The wood was used for a back yard patio. I honesty don't know anything other than that. It does have a strong aroma though. I attached a photo of the end grain. If the picture doesn't help, I'd greatly appreciate the meet up offer.


----------



## gman2431 (Sep 15, 2017)

Tony said:


> Craig, you need to read the rules and make a list in the Introduction section. Thanks, Tony



@CRAIG JONES You really need to go and read the rules of this place and also make an intro as Tony suggested on Sunday....

Reactions: Agree 1


----------



## Nature Man (Sep 15, 2017)

I agree with Western Red Cedar. Distinct. Chuck

Reactions: Agree 1


----------



## Mr. Peet (Sep 17, 2017)

3 woods came to mind the other day, Western red cedar, Californian Redwood, and Douglas fir. I very rarely ever see 'WRC' with large growth rings, for the other two, all the time. As for the shimmering reflectivity, I've seen it in all 3 but more often in CA Redwood and 'WRC'. All three have distinct smells and taste. Look forward to Trev's call after having it in hand.

Reactions: Like 1


----------



## Mike1950 (Sep 17, 2017)

Mr. Peet said:


> 3 woods came to mind the other day, Western red cedar, Californian Redwood, and Douglas fir. I very rarely ever see 'WRC' with large growth rings, for the other two, all the time. As for the shimmering reflectivity, I've seen it in all 3 but more often in CA Redwood and 'WRC'. All three have distinct smells and taste. Look forward to Trev's call after having it in hand.

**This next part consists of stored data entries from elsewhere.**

/**
 * Screenshots of the page's Eyring plot and selectivity chart at 1440 px and 390 px wide, to check by eye
 * that no label overprints another; the viewport is put back afterwards.
 */
async function chartShotsAtBothWidths(page: Page, prefix: string) {
  if (!process.env.EYRIE_SCREENSHOTS) return;
  const before = page.viewportSize();
  for (const width of [1440, 390]) {
    await page.setViewportSize({ width, height: 900 });
    await maybeElementShot(page, `${prefix}-eyring-${width}`, page.getByRole('figure').filter({ hasText: 'Eyring plot' }).first());
    await maybeElementShot(
      page,
      `${prefix}-selectivity-${width}`,
      page.getByRole('figure').filter({ hasText: 'Selectivity against temperature' }).first(),
    );
  }
  if (before) await page.setViewportSize(before);
}

/** Sign in through the local provider as `who`, landing on `returnPath`. */
async function signInAs(page: Page, baseUrl: string, who: TestIdentity, returnPath: string) {
  await page.context().clearCookies();
  await signInThroughForm(page, baseUrl + returnPath, who);
}

async function signOut(page: Page) {
  await page.locator('summary').click();
  await page.getByRole('button', { name: 'Sign out' }).click();
  await expect.poll(() => page.getByRole('banner').getByRole('link', { name: 'Sign in' }).isVisible()).toBe(true);
}
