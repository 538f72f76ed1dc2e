/**
 * The measurement grid's logic, free of React: cell text ⇄ API bodies, per-cell validation with
 * the shared zod schema, spreadsheet paste, and server field paths → cells.
 */
import {
  IMPORT_FIELDS,
  measurementCreateSchema,
  type ImportField,
  type MeasurementCreate,
  type MeasurementUpdate,
  type SelectivityMeasure,
  type TemperatureUnit,
  type TimeUnit,
} from '../../../../api/features/campaigns/schemas';
import { readPastedTable } from '../../../../api/features/imports/table-text';
import {
  eeFromLnRatio,
  fromKelvin,
  lnRatioOf,
  percentAFromLnRatio,
  readDecimal,
  SECONDS_PER,
  splitBound,
} from '../../../../api/science/quantities';
import { tidyMessage } from '../../../lib/field-errors';
import type { Measurement } from '../api/types';

/** The import's fields in the import's order, less the two the grid sets for the whole table (temperature unit, measure). */
export type GridColumn = Exclude<ImportField, 'temperatureUnit' | 'measure'>;
export const GRID_COLUMNS = IMPORT_FIELDS.filter((f): f is GridColumn => f !== 'temperatureUnit' && f !== 'measure');
export type GridCells = Record<GridColumn, string>;
export type CellErrors = Partial<Record<GridColumn, string>>;

/** Units the user picked per column; they apply to what is typed and to how stored values are shown. */
export interface ColumnUnits {
  temperature: TemperatureUnit;
  measure: SelectivityMeasure;
  time: TimeUnit;
}

export const emptyCells = (): GridCells => ({
  temperature: '',
  value: '',
  uncertainty: '',
  sampleId: '',
  replicateLabel: '',
  conversionPercent: '',
  reactionTime: '',
  notes: '',
});

export const isBlank = (cells: GridCells) => GRID_COLUMNS.every((c) => cells[c].trim() === '');

const MINUS = '\u2212';

/**
 * A number as typed (the shared grammar): true minus or hyphen, a decimal comma when there is no
 * point, surrounding spaces. Empty → null; anything else that is not a strict decimal → 'invalid'.
 */
export function parseNumber(text: string): number | null | 'invalid' {
  if (text.trim() === '') return null;
  return readDecimal(text) ?? 'invalid';
}

/** A number for an input cell: at most `decimals`, trailing zeros dropped, true minus sign. */
export function plain(value: number, decimals: number): string {
  const text = String(Number(value.toFixed(decimals)));
  return text.startsWith('-') ? MINUS + text.slice(1) : text;
}

/** "≥ 99.8", ">99.8" or "99.8+" mark a lower bound (e.g. at the assay's quantitation limit); the shared grammar. */
export function splitLowerBound(text: string): { text: string; atLeast: boolean } {
  const { text: rest, bound } = splitBound(text);
  return bound === 'lower' ? { text: rest, atLeast: true } : { text: text.trim(), atLeast: false };
}

// ── stored measurement → cells ────────────────────────────────────────────────────────────────

export function kelvinTo(kelvin: number, unit: TemperatureUnit): number {
  return fromKelvin(kelvin, unit);
}

function storedRatio(m: Pick<Measurement, 'measure' | 'value' | 'valueB'>): number {
  return Math.exp(lnRatioOf(m.measure, m.value, m.valueB));
}

/** The stored selectivity written in another measure (for display when the column's measure differs). */
export function selectivityAs(m: Pick<Measurement, 'measure' | 'value' | 'valueB'>, measure: SelectivityMeasure): string {
  if (m.measure === measure) return m.valueB !== null ? `${plain(m.value, 6)}:${plain(m.valueB, 6)}` : plain(m.value, 6);
  const r = storedRatio(m);
  switch (measure) {
    case 'ee':
      return plain(eeFromLnRatio(Math.log(r)), 2);
    case 'percentA':
      return plain(percentAFromLnRatio(Math.log(r)), 2);
    case 'er':
      return `${plain(percentAFromLnRatio(Math.log(r)), 2)}:${plain(percentAFromLnRatio(-Math.log(r)), 2)}`;
    case 'dr':
      return r >= 1 ? `${plain(r, 2)}:1` : `1:${plain(1 / r, 2)}`;
    default:
      return plain(r, 4);
  }
}

/**
 * A stored uncertainty written for another measure, through σ(ln r) (first-order propagation, as
 * the engine reads uncertainties): ee in points of ee, % A and er in points of % A, dr and ratio relative.
 */
export function uncertaintyAs(
  m: Pick<Measurement, 'measure' | 'value' | 'valueB' | 'uncertainty'>,
  measure: SelectivityMeasure,
): number | null {
  if (m.uncertainty === null) return null;
  if (m.measure === measure) return m.uncertainty;
  const r = storedRatio(m);
  const e = (r - 1) / (r + 1);
  const p = r / (1 + r);
  const kind = (x: SelectivityMeasure) => (x === 'ee' ? 'ee' : x === 'percentA' || x === 'er' ? 'p' : 'rel');
  const from = kind(m.measure);
  const to = kind(measure);
  if (from === to) return m.uncertainty;
  const sigmaLn =
    from === 'ee' ? (2 * (m.uncertainty / 100)) / (1 - e * e) : from === 'p' ? m.uncertainty / 100 / (p * (1 - p)) : m.uncertainty;
  return to === 'ee' ? (100 * sigmaLn * (1 - e * e)) / 2 : to === 'p' ? 100 * sigmaLn * p * (1 - p) : sigmaLn;
}

export function cellsFromMeasurement(m: Measurement, units: ColumnUnits): GridCells {
  return {
    temperature: plain(kelvinTo(m.temperatureK, units.temperature), 2),
    value: (m.isLowerBound ? '≥' : '') + selectivityAs(m, units.measure),
    uncertainty: m.uncertainty === null ? '' : plain(uncertaintyAs(m, units.measure)!, m.measure === units.measure ? 6 : 3),
    sampleId: m.sampleId ?? '',
    replicateLabel: m.replicateLabel ?? '',
    conversionPercent: m.conversionPercent === null ? '' : plain(m.conversionPercent, 2),
    reactionTime: m.reactionTimeS === null ? '' : plain(m.reactionTimeS / SECONDS_PER[units.time], 3),
    notes: m.notes ?? '',
  };
}

// ── cells → API body, with errors per cell ───────────────────────────────────────────────────

/** Which grid column an API or zod field path belongs to (null: not a cell). */
export function columnOfPath(path: string): GridColumn | null {
  const head = path
    .replace(/\[(\d+)\]/g, '.$1')
    .replace(/^\./, '')
    .split('.')[0];
  switch (head) {
    case 'temperature':
      return 'temperature';
    case 'selectivity':
      return 'value';
    case 'uncertainty':
    case 'sampleId':
    case 'replicateLabel':
    case 'conversionPercent':
    case 'reactionTime':
    case 'notes':
      return head;
    default:
      return null;
  }
}

type CreateInput = Record<string, unknown>;

/**
 * Build the create body from a row's cells and check it with the API's own schema.
 * Returns the body when every cell is acceptable, and the reason for each cell that is not.
 */
export function rowToCreate(cells: GridCells, units: ColumnUnits): { body: MeasurementCreate | null; errors: CellErrors } {
  const errors: CellErrors = {};
  const input: CreateInput = {};
  const numberCell = (col: GridColumn, what: string): number | null | undefined => {
    const n = parseNumber(cells[col]);
    if (n === 'invalid') {
      errors[col] = `${what} “${cells[col].trim()}” is not a number`;
      return undefined;
    }
    return n;
  };

  const t = numberCell('temperature', 'temperature');
  if (t === null) errors.temperature = 'temperature is required';
  else if (t !== undefined) input.temperature = { value: t, unit: units.temperature };

  const { text: valueText, atLeast } = splitLowerBound(cells.value);
  if (valueText === '') errors.value = `${units.measure === 'percentA' ? '% A' : units.measure} is required`;
  else if (valueText.includes(':')) {
    input.selectivity = { measure: units.measure, value: valueText.replace(/\s+/g, ''), ...(atLeast ? { atLeast } : {}) };
  } else {
    const v = parseNumber(valueText);
    if (v === 'invalid' || v === null)
      errors.value = `“${valueText}” is not a number${units.measure === 'er' || units.measure === 'dr' ? ' or a ratio a:b' : ''}`;
    else input.selectivity = { measure: units.measure, value: v, ...(atLeast ? { atLeast } : {}) };
  }

  const u = numberCell('uncertainty', 'uncertainty');
  if (u !== undefined) input.uncertainty = u;
  const c = numberCell('conversionPercent', 'conversion');
  if (c !== undefined) input.conversionPercent = c;
  const time = numberCell('reactionTime', 'time');
  if (time !== undefined) input.reactionTime = time === null ? null : { value: time, unit: units.time };
  input.sampleId = cells.sampleId;
  input.replicateLabel = cells.replicateLabel;
  input.notes = cells.notes;

  const parsed = measurementCreateSchema.safeParse(input);
  if (!parsed.success) {
    for (const issue of parsed.error.issues) {
      const col = columnOfPath(issue.path.map(String).join('.'));
      // A missing object (from a cell that failed above) is already explained.
      if (col && !errors[col]) errors[col] = issue.message;
    }
  }
  const ok = Object.keys(errors).length === 0 && parsed.success;
  return { body: ok ? parsed.data : null, errors };
}

/** The PATCH body for a stored row: only the fields whose cells changed, with the version read. */
/** The changed fields of a stored row with its version; the caller adds the reason for the change. */
export function rowToUpdate(
  m: Measurement,
  cells: GridCells,
  units: ColumnUnits,
): { body: Omit<MeasurementUpdate, 'reason'> | null; errors: CellErrors } {
  const { body, errors } = rowToCreate(cells, units);
  if (!body) return { body: null, errors };
  const before = cellsFromMeasurement(m, units);
  const changed = (col: GridColumn) => before[col].trim() !== cells[col].trim();
  const update: Record<string, unknown> = { version: m.version };
  if (changed('temperature')) update.temperature = body.temperature;
  if (changed('value')) update.selectivity = body.selectivity;
  // A value re-entered in another measure takes the uncertainty as shown in that measure's unit.
  const measureChanges = changed('value') && m.measure !== units.measure;
  if (changed('uncertainty') || (measureChanges && m.uncertainty !== null)) update.uncertainty = body.uncertainty ?? null;
  if (changed('sampleId')) update.sampleId = body.sampleId ?? null;
  if (changed('replicateLabel')) update.replicateLabel = body.replicateLabel ?? null;
  if (changed('conversionPercent')) update.conversionPercent = body.conversionPercent ?? null;
  if (changed('reactionTime')) update.reactionTime = body.reactionTime ?? null;
  if (changed('notes')) update.notes = body.notes ?? null;
  return { body: Object.keys(update).length > 1 ? (update as Omit<MeasurementUpdate, 'reason'>) : null, errors: {} };
}

// ── paste ────────────────────────────────────────────────────────────────────────────────────

/**
 * A block copied from a spreadsheet, read by the shared table reader (tab, semicolon or comma, as
 * the file import splits text). Returns null for a single value (a normal paste): one line with no
 * tab or semicolon, where a comma is a decimal comma.
 */
export function parsePastedBlock(text: string): string[][] | null {
  const lines = text
    .replace(/\r\n?/g, '\n')
    .split('\n')
    .filter((l) => l.trim() !== '');
  if (lines.length === 0) return null;
  if (lines.length === 1 && !/[\t;]/.test(lines[0])) return null;
  const table = readPastedTable(text);
  return table.rows.map((r) => (table.delimiter === 'space' ? [r.cells.join(' ')] : r.cells));
}

/** A first pasted row that is all words (no number in any cell) is a header row. */
export function isHeaderRow(row: string[]): boolean {
  return row.some((c) => c !== '') && row.every((c) => c === '' || parseNumber(splitLowerBound(c).text) === 'invalid');
}

export interface GridEdits {
  /** Changed cells of stored rows, by measurement id. */
  edits: Record<string, Partial<GridCells>>;
  /** New rows not yet saved. */
  drafts: { key: string; cells: GridCells }[];
}

/**
 * Write a pasted block into the grid from the cell (row `startRow`, column `startCol`) down and
 * right. Rows past the end become new draft rows; cells past the last column are dropped.
 * `rowKeys` are the keys of the rows as shown (stored ids first, then draft keys).
 */
export function pasteBlock(
  state: GridEdits,
  rowKeys: string[],
  storedIds: Set<string>,
  startRow: number,
  startCol: number,
  block: string[][],
  newKey: () => string,
): { state: GridEdits; rows: number; droppedColumns: number; headerSkipped: boolean } {
  const headerSkipped = block.length > 1 && isHeaderRow(block[0]);
  const body = headerSkipped ? block.slice(1) : block;
  const edits = { ...state.edits };
  const drafts = state.drafts.map((d) => ({ ...d, cells: { ...d.cells } }));
  let droppedColumns = 0;
  body.forEach((cells, i) => {
    const target = startRow + i;
    const values: Partial<GridCells> = {};
    cells.forEach((text, j) => {
      const col = GRID_COLUMNS[startCol + j];
      if (col) values[col] = text;
      else if (text !== '') droppedColumns = Math.max(droppedColumns, startCol + j - GRID_COLUMNS.length + 1);
    });
    const key = rowKeys[target];
    if (key !== undefined && storedIds.has(key)) {
      edits[key] = { ...edits[key], ...values };
    } else if (key !== undefined) {
      const draft = drafts.find((d) => d.key === key);
      if (draft) Object.assign(draft.cells, values);
    } else {
      drafts.push({ key: newKey(), cells: { ...emptyCells(), ...values } });
    }
  });
  return { state: { edits, drafts }, rows: body.length, droppedColumns, headerSkipped };
}

/**
 * Server field errors of a batch create (`measurements.<i>.<field>`) onto draft cells, by the
 * index each draft had in the request. Errors that name no cell are returned apart.
 */
export function batchErrorsToCells(
  errors: { path: string; message: string }[],
  sentKeys: string[],
): { byKey: Record<string, CellErrors>; other: string[]; rowOther: Record<string, string> } {
  const byKey: Record<string, CellErrors> = {};
  const other: string[] = [];
  // Messages about a sent row that name none of its cells (e.g. its id), by that row's key.
  const rowOther: Record<string, string> = {};
  for (const e of errors) {
    const m = /^measurements[.[](\d+)\]?\.?(.*)$/.exec(e.path);
    const key = m ? sentKeys[Number(m[1])] : undefined;
    const col = m ? columnOfPath(m[2]) : null;
    if (key && col) {
      byKey[key] = { ...byKey[key], [col]: (byKey[key]?.[col] ? `${byKey[key]![col]}; ` : '') + tidy(m![2], e.message) };
    } else {
      other.push(m && key ? `row ${Number(m[1]) + 1}: ${e.message}` : e.message);
      if (key) rowOther[key] = rowOther[key] ? `${rowOther[key]} ${e.message}` : e.message;
    }
  }
  return { byKey, other, rowOther };
}

/** The keys of the rows a batched change's 409 names in `staleRows[].path` ("measurements.<i>"). */
export function staleRowKeys(problem: Record<string, unknown>, sentKeys: string[]): string[] {
  const stale = Array.isArray(problem.staleRows) ? (problem.staleRows as { path?: unknown }[]) : [];
  return stale.flatMap((s) => {
    const m = typeof s.path === 'string' ? /^measurements\.(\d+)$/.exec(s.path) : null;
    const key = m ? sentKeys[Number(m[1])] : undefined;
    return key ? [key] : [];
  });
}

/** Server errors of a single-row request (paths relative to the row) onto its cells. */
export function rowErrorsToCells(errors: { path: string; message: string }[]): { cells: CellErrors; other: string[] } {
  const cells: CellErrors = {};
  const other: string[] = [];
  for (const e of errors) {
    const col = columnOfPath(e.path);
    if (col) cells[col] = cells[col] ? `${cells[col]}; ${tidy(e.path, e.message)}` : tidy(e.path, e.message);
    else other.push(e.message);
  }
  return { cells, other };
}

/** "selectivity.value must be…" reads better beside the cell as "selectivity must be…". */
function tidy(path: string, message: string): string {
  return tidyMessage(path, message);
}
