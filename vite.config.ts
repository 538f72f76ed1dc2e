/// <reference types="vitest/config" />
import { defineConfig } from 'vite';
import react from '@vitejs/plugin-react';
import tailwindcss from '@tailwindcss/vite';
import { pageChunkOf } from './scripts/lib/page-chunks.ts';

const apiPort = Number(process.env.EYRIE_API_PORT ?? 3001);

export default defineConfig({
  root: 'web',
  publicDir: false,
  plugins: [react(), tailwindcss()],
  // The shared table reader (api/features/imports/table-text.ts) imports csv-parse/sync; in the
  // browser that is csv-parse's self-contained browser build.
  resolve: { alias: [{ find: /^csv-parse\/sync$/, replacement: 'csv-parse/browser/esm/sync' }] },
  build: {
    outDir: '../dist/web',
    emptyOutDir: true,
    chunkSizeWarningLimit: 1500,
    rolldownOptions: {
      output: {
        // The pages' code in a few chunks rather than one per set of sharing pages (scripts/lib/page-chunks.ts).
        // A captured module's own imports are placed by the same rule, never pulled in after it.
        codeSplitting: {
          includeDependenciesRecursively: false,
          groups: [{ name: (id, ctx) => pageChunkOf(id, ctx) }],
        },
      },
    },
  },
  server: {
    host: '127.0.0.1',
    port: Number(process.env.PORT ?? 3000),
    strictPort: true,
    proxy: {
      '/api': { target: `http://127.0.0.1:${apiPort}`, changeOrigin: false },
      '/auth': { target: `http://127.0.0.1:${apiPort}`, changeOrigin: false },
      '/dev': { target: `http://127.0.0.1:${apiPort}`, changeOrigin: false },
    },
  },
  test: {
    root: '.',
    include: ['tests/**/*.test.{ts,tsx}'],
    environment: 'node',
    testTimeout: 30_000,
    hookTimeout: 60_000,
    // A page that waits on the server and a refetch can take seconds on a loaded 2-core machine; a
    // poll still fails when the state never comes.
    expect: { poll: { timeout: 10_000 } },
    globalSetup: ['tests/global-setup.ts'],
    maxWorkers: 2,
  },
});
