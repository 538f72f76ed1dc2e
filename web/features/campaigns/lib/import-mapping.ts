/** The column-mapping step's state and its translation into the API's import mapping. */
import {
  IMPORT_FIELDS,
  importMappingSchema,
  type ImportField,
  type ImportMapping,
  type SelectivityMeasure,
  type TemperatureUnit,
  type TimeUnit,
} from '../../../../api/features/campaigns/schemas';
import type { SuggestedMapping } from '../api/types';

export interface MappingDraft {
  /** Column index per field; null = not in the file. */
  columns: Record<ImportField, number | null>;
  /** Used when no unit column is mapped. */
  temperatureUnit: TemperatureUnit | null;
  /** Used when no measure column is mapped. */
  measure: SelectivityMeasure | null;
  timeUnit: TimeUnit;
}

export const REQUIRED_FIELDS: ImportField[] = ['temperature', 'value'];

export const FIELD_LABEL: Record<ImportField, string> = {
  temperature: 'Temperature',
  temperatureUnit: 'Temperature unit (per row)',
  measure: 'Measure (per row)',
  value: 'Selectivity value',
  uncertainty: 'Uncertainty',
  sampleId: 'Sample id',
  replicateLabel: 'Replicate',
  conversionPercent: 'Conversion (%)',
  reactionTime: 'Reaction time',
  notes: 'Notes',
};

/** The starting point of the form: what the headers suggested. */
export function draftFromSuggestion(s: SuggestedMapping): MappingDraft {
  const columns = Object.fromEntries(IMPORT_FIELDS.map((f) => [f, s.columns[f] ?? null])) as Record<ImportField, number | null>;
  return { columns, temperatureUnit: s.temperatureUnit ?? null, measure: s.measure ?? null, timeUnit: s.timeUnit ?? 'h' };
}

/**
 * The API mapping from the form, checked with the API's own schema, plus a check the schema
 * cannot make: one column feeding two fields. Errors are keyed by field (or "temperatureUnit" /
 * "measure" for the unit choices).
 */
export function mappingFromDraft(draft: MappingDraft): { mapping: ImportMapping | null; errors: Partial<Record<ImportField, string>> } {
  const errors: Partial<Record<ImportField, string>> = {};
  const columns: Partial<Record<ImportField, number>> = {};
  const usedBy = new Map<number, ImportField>();
  for (const f of IMPORT_FIELDS) {
    const c = draft.columns[f];
    if (c === null) continue;
    const other = usedBy.get(c);
    if (other) errors[f] = `this column is already mapped to ${FIELD_LABEL[other].toLowerCase()}`;
    else usedBy.set(c, f);
    columns[f] = c;
  }
  for (const f of REQUIRED_FIELDS) if (draft.columns[f] === null) errors[f] = `choose the ${FIELD_LABEL[f].toLowerCase()} column`;
  const input = {
    columns,
    ...(draft.columns.temperatureUnit === null && draft.temperatureUnit ? { temperatureUnit: draft.temperatureUnit } : {}),
    ...(draft.columns.measure === null && draft.measure ? { measure: draft.measure } : {}),
    timeUnit: draft.timeUnit,
  };
  const parsed = importMappingSchema.safeParse(input);
  if (!parsed.success) {
    for (const issue of parsed.error.issues) {
      const path = issue.path.map(String);
      const field = (path[0] === 'columns' ? path[1] : path[0]) as ImportField;
      if (IMPORT_FIELDS.includes(field) && !errors[field]) errors[field] = issue.message;
    }
  }
  return { mapping: parsed.success && Object.keys(errors).length === 0 ? parsed.data : null, errors };
}
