/** The project's campaigns with their fitted ΔΔH‡ and the forecast at one chosen temperature, and a side-by-side comparison. */
export function ProjectCampaigns({ projectId, canEdit }: { projectId: string; canEdit: boolean }) {
  const atId = useId();
  // Checked as typed (the field turns red at once), so the form keeps no error state of its own.
  const atForm = useForm({ defaultValues: { at: '−20' } });
  const atText = atForm.watch('at');
  const [creating, setCreating] = useState(false);
  const [picked, setPicked] = useState<string[] | null>(null);
  const parsedAt = parseNumber(atText);
  const atValid = typeof parsedAt === 'number' && parsedAt > ABSOLUTE_ZERO.C && parsedAt <= celsiusFromKelvin(1000);
  const [atCelsius, setAtCelsius] = useState(OPENING_COMPARISON_CELSIUS);
  const campaigns = useCampaigns(projectId);
  const comparison = useComparison(projectId, atCelsius);
  const byId = new Map((comparison.data?.campaigns ?? []).map((c) => [c.id, c]));

  if (campaigns.isPending) return <p className="text-sm text-ink-500">Loading campaigns…</p>;
  if (campaigns.isError)
    return (
      <p role="alert" className="text-sm text-rose-700">
        {campaigns.error.message}
      </p>
    );
  const list = campaigns.data;
  const chosen = picked ?? list.slice(0, 4).map((c) => c.id);
  const eeCell = eeCellFor(comparison.data?.campaigns ?? [], list);

  return (
    <div className="flex flex-col gap-5">
      <section aria-labelledby="campaigns-h" className="flex flex-col gap-3 rounded-lg border border-slate-200 bg-white p-4 shadow-sm">
        <div className="flex flex-wrap items-end justify-between gap-3">
          <h2 id="campaigns-h" className="text-sm font-semibold uppercase tracking-wide text-ink-600">
            Campaigns
          </h2>
          <form
            noValidate
            className="flex items-end gap-2"
            onSubmit={(e) => {
              e.preventDefault();
              if (atValid) setAtCelsius(parsedAt);
            }}
          >
            <LabelAbove id={atId} label="Forecast at">
              <div className="flex items-center gap-1">
                <input
                  id={atId}
                  inputMode="decimal"
                  {...atForm.register('at')}
                  {...errorAria(atId, !atValid)}
                  className={`tnum w-20 rounded border px-2 py-1 text-right text-sm ${atValid ? 'border-slate-300' : 'border-rose-600 bg-rose-50'}`}
                />
                <span className="text-sm text-ink-600">°C</span>
              </div>
            </LabelAbove>
            <Button type="submit">Compare</Button>
            {!atValid && (
              <p id={`${atId}-err`} className="text-xs text-rose-700">
                ✕ a temperature in °C above −273.15
              </p>
            )}
          </form>
        </div>
        {list.length === 0 ? (
          <p className="text-sm text-ink-600">
            No campaigns yet.{canEdit ? ' Start one below: a temperature screen of one reaction.' : ''}
          </p>
        ) : (
          <div className="overflow-x-auto">
            <table className="tnum w-full border-collapse text-sm" aria-label="Campaigns of the project">
              <ListHead
                density="compact"
                columns={[
                  { label: 'Campaign', align: 'left' },
                  { label: 'Status', align: 'left' },
                  { label: 'n (in fit)', align: 'right' },
                  { label: 'T range (°C)', align: 'right' },
                  { label: 'ΔΔH‡ ± SE (kJ/mol)', align: 'right' },
                  {
                    label: (
                      <>
                        {list.every((c) => isEnantiomers(c.measure)) ? 'ee' : 'Selectivity'} at{' '}
                        {fixed(comparison.data?.at.celsius ?? atCelsius, 1)} °C ({list.every((c) => isEnantiomers(c.measure)) ? '%, ' : ''}
                        95 % PI)
                      </>
                    ),
                    align: 'right',
                  },
                  { label: 'Compare', align: 'left' },
                ]}
              />
              <tbody>
                {list.map((c) => (
                  <CampaignRow
                    key={c.id}
                    c={c}
                    cmp={byId.get(c.id)}
                    picked={chosen.includes(c.id)}
                    onPick={(on) => setPicked(on ? [...chosen, c.id] : chosen.filter((id) => id !== c.id))}
                    eeCell={eeCell}
                  />
                ))}
              </tbody>
            </table>
          </div>
        )}
        {comparison.isError && (
          <p role="alert" className="text-sm text-rose-700">
            Comparison unavailable: {comparison.error.message}
          </p>
        )}
        {canEdit && !creating && (
          <div>
            <Button variant="primary" onClick={() => setCreating(true)}>
              New campaign
            </Button>
          </div>
        )}
        {canEdit && creating && (
          <section aria-label="New campaign" className="rounded border border-slate-200 bg-slate-50 p-3">
            <h3 className="mb-2 text-sm font-semibold text-ink-900">New campaign</h3>
            <NewCampaignForm projectId={projectId} onCancel={() => setCreating(false)} />
          </section>
        )}
      </section>

      {comparison.data && chosen.length > 0 && (
        <Comparison
          at={comparison.data.at}
          campaigns={comparison.data.campaigns.filter((c) => chosen.includes(c.id))}
          measures={new Map(list.map((c) => [c.id, c.measure]))}
          eeCell={eeCellFor(
            comparison.data.campaigns.filter((c) => chosen.includes(c.id)),
            list,
          )}
          stale={comparison.isPlaceholderData}
        />
      )}
    </div>
  );
}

no way is that red fir- just my opinion but grew up with the 3 woods especially red cedar and douglas fir. being used in backyard patio- cedar or redwood- still betting on cedar.
Now as far as growth rings- I have found this is totally dependant on where and how it grows. Cedar here grows in pretty dense conditions lots of the time- creek bottoms and such but put one out in the open -with right conditions and they grow quite fast as most trees do. the 3 I have planted in yard have grown 12" Diameter - 25-30' tall since I planted as seedlings 20 years ago. and they are way too close together to grow as fast as they could. I thought I would lose one or 2. ps. been playing with cedar since I was a pup.


----------



## vegas urban lumber (Sep 17, 2017)

verified with my local brother that the "redwood" boards from our local las vegas hardware stores (home depot lowes and the like) "deck and fence material" that is that color is almost exclusively CA redwood " sequoia but not "giant sequoia"

see this youtube video 




having been raised in douglas county oregon, i can also verify it not being douglas fir

Reactions: Like 2 | Way Cool 1


----------



## ripjack13 (Sep 17, 2017)

Craig, make sure you post up an introduction....


----------